Why I Had To Build It
© 2026 Channing Cornell Powers / Axiron LLC. All rights reserved.
Long ago... I felt there was a structure inside every math problem. I spent years asking others to show it to me. No one did.
Before 6QRC
I didn’t grow up expecting to discover anything in mathematics. If anything, math was the subject that kept proving I wasn’t “a math person.”
I passed my math Regents by single-digit points, after months of preparation. I crawled through remedial college courses. I needed two attempts to pass statistics. Private tutors, office hours, extra practice, even a strange concentration exercise my parents found called “Jet‑a‑kneez” helped me get by, but none of it gave me what I was looking for: a way to make the subject feel human.
For years, I carried the same questions without realizing they were early signs of a system waiting to be uncovered:
Where do the steps come from?
Is solving the only thing you can do?
Can you show me another way to see it?
No one could answer. People reassured me that math is difficult and encouraged me to practice, but none of that addressed my underlying question. Math felt like a language everyone else spoke fluently, and I was the one person who never got the grammar. That’s where the story begins.
Looking for the Grammar
In literacy, the grammar is obvious. Kids learn 5W/H, a simple, universal set of questions that helps them see meaning behind the text. Reading encourages understanding before answering. Writing teaches structure before composition. Language instruction reveals the rules beneath sentences. Even sports teaches the structure of the field before the manuevers that happen on it.
Math doesn’t offer that.
Students are just given solving maneuvers.
Meaning is optional. Structure is invisible.
Over time, the question sharpened. I debated it with friends. I built early proto‑systems that, in hindsight, were precursors to 6QRC. The question kept returning:
Why does reading and writing feel human, but math doesn’t?
Why is there no grammar?
Finding Nothing
Then came the catalyst.
More and more stories surfaced about students declining in math... alarming ones. Something in me locked into gear. The question hit with new force:
Did no one build it yet?
I searched for something established: something official, something like 5W/H for math.
I found nothing clean.
Nothing widely used.
Nothing you could hand to a student and say, “This is the structure beneath every math task.”
It felt like looking for something that should exist but didn’t (🐈⬛).
And the more I searched the clearer it became: no one was building it; no one was naming it... which meant I had to. I knew talking about it would go nowhere. Ideas like this only move when they’re built. If I don’t build it it’ll never be taken seriously, not from me.
Realizing the Field Had a Blindspot
But I kept digging, not as an expert, but as someone who crawled out of math’s impact zone and needed to identify what hit me.

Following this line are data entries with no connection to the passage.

"""Lateral limits against the longitudinal CG on flights with events: no sample is worse, outside is outside.

The flights are those of `test_sequence_against_sampling`, the limits those of `test_path_across`; the judges
are `naive_sequence` and `naive_lateral`, which share no code with the engine. Transfers are sampled, too.
"""

from dataclasses import replace
from fractions import Fraction
from itertools import product

from hypothesis import assume, event, given
from hypothesis import strategies as st

from loads.balance.assess import assess
from loads.balance.events import Event, Transfer
from tests.drawing import drawn
from tests.pure.loads.making import twin_empty
from tests.pure.loads.naive_lateral import margin, place_of
from tests.pure.loads.naive_path import PHASES_OF, assert_as_sampled, drawn_down
from tests.pure.loads.naive_sequence import points_of_flight
from tests.pure.loads.oracle import inside
from tests.pure.loads.test_path_across import EVERYWHERE, lateral_limits
from tests.pure.loads.test_path_against_sampling import flights
from tests.pure.loads.test_sequence_against_sampling import DECLARED, SAMPLES, part, sequences

F = Fraction


def sampled(declared, basis, limit):
    """All samples of one limit, in every setting of gear and flaps that may hold."""
    stated = {moving.id for event in declared.sequence for moving, _ in event.positions}
    free = [moving for moving in basis.positions if moving.id not in stated]
    shifts = {sum(each, F(0)) for each in product(*([s.moment_change for s in one.states] for one in free))}
    points = list(points_of_flight(declared, basis, twin_empty(), SAMPLES))
    runs = []
    for leg, phases in PHASES_OF.items():
        if not set(phases) & set(limit.phases):
            continue
        for shift in shifts:
            run = []
            for point in points:
                if point.leg == leg and point.moment is not None:
                    place = place_of(replace(point, moment=point.moment + shift), limit.gives)
                    run.append((inside(place, limit.points), margin(place, limit.points)))
            runs.append(run)
    return runs


@drawn(40, 400)
@given(flights(), st.data())
def test_no_sample_of_a_flight_with_events_is_worse_and_outside_is_outside(flight, data):
    basis, plan = flight
    parts = (part("GEAR", 4000),) if data.draw(st.booleans()) else ()
    basis = replace(basis, envelopes=(EVERYWHERE,), positions=parts)
    declared = replace(DECLARED, fuel=plan, sequence=data.draw(sequences(basis, plan)))
    arm = assess(replace(declared, sequence=()), basis, twin_empty()).state("take-off").arm
    limit = data.draw(lateral_limits(arm, F(1, 4)))
    basis = replace(basis, lateral_by_cg=(limit,))

    result = assess(declared, basis, twin_empty())
    check = next((one for one in result.checks if one.code == "path.lateral-by-cg"), None)

    if check is None or check.outcome == "unresolved":
        return
    event(f"{check.outcome}, {sum(one.transfer is not None for one in declared.sequence)} transfers")
    assert_as_sampled(check, sampled(declared, basis, limit))


@drawn(40, 400)
@given(flights(), st.data())
def test_a_transfer_is_judged_all_the_way_and_not_at_its_ends_alone(flight, data):
    basis, plan = flight
    assume(len(plan.tanks) > 1)
    source, target, *_ = data.draw(st.permutations(plan.tanks))
    burned = plan.trip / plan.density * data.draw(st.integers(0, 4)) / 8
    held = points_held(plan, basis, burned)
    room = target.tank.capacity - target.trapped - held[target.tank.id]
    volume = min(held[source.tank.id], room)
    assume(volume > 0)
    transfer = Event(1, "flight", burned, "", transfer=Transfer(source.tank.id, target.tank.id, volume))
    basis = replace(basis, envelopes=(EVERYWHERE,))
    declared = replace(DECLARED, fuel=plan, sequence=(transfer,))
    arm = assess(declared, basis, twin_empty()).state("take-off").arm
    limit = data.draw(lateral_limits(arm, F(1, 2)))
    limit = replace(limit, phases=("take-off",))
    basis = replace(basis, lateral_by_cg=(limit,))

    check = assess(declared, basis, twin_empty()).check("path.lateral-by-cg")

    event(f"{check.outcome}, {'in the transfer' if 'transfer' in check.margin_text else 'elsewhere'}")
    assert_as_sampled(check, sampled(declared, basis, limit))


def points_held(plan, basis, burned):
    at_take_off = drawn_down(
        {fuel.tank.id: fuel.usable for fuel in plan.tanks}, basis.taxi_order, plan.taxi / plan.density
    )
    return drawn_down(at_take_off, basis.burn_order, burned)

One by one, I started noticing the same kinds of information appearing in every problem:
- Quantities
- Relationships
- Conditions
- Constraints
- Objective
- Representations
They were everywhere: algebra, geometry, graphs, equations, word problems. The same six elements, always there.
And yet no one seemed to name them in a unified structure.
Pólya’s steps came close, but they were about solving. I was looking for the substrate before solving, the raw information students must stabilize to understand the problem's meaning before solving.
And I couldn’t find anyone saying it:
These six elements are the invariant substrate within every math task.
This is where the meaning lives.
I kept waiting to find the paper, the theory, the book that had already done this work. It wasn’t there.
I doubted myself constantly.
If this were real, someone would have written about it already.
Maybe these things don’t matter, I would say to myself.
But the feeling didn’t go away. It grew.
It started to feel like a responsibility, like I had stumbled onto a hidden substrate, waiting to be found.
The Discovery and the Responsibility
Naming the six elements was not enough.
Students and teachers needed a way to work with them.
They needed something that fit inside real classrooms.
Thought by thought, a continuous pattern became clear, cognition's recurring way of orienting itself to information. I traced this pattern across problems, topics, and grade levels. And I charted and took notes.
Slowly, a system took shape.
The grammar I had been searching for most of my life, finally visible.
That process resulted in what you see today (6QRC):
A way to make a math problem's meaning visible... before solving.
A way to give teachers and students a shared starting point.
What This Really Was
I didn’t set out to invent anything.
I set out to understand why math never felt human to me.
And in that journey, I ended up naming something that had been hiding in plain sight.
For anyone who needs the straight answer behind all of this:
I built the thing I was asking for.
And I don’t think I'm the only who needs it.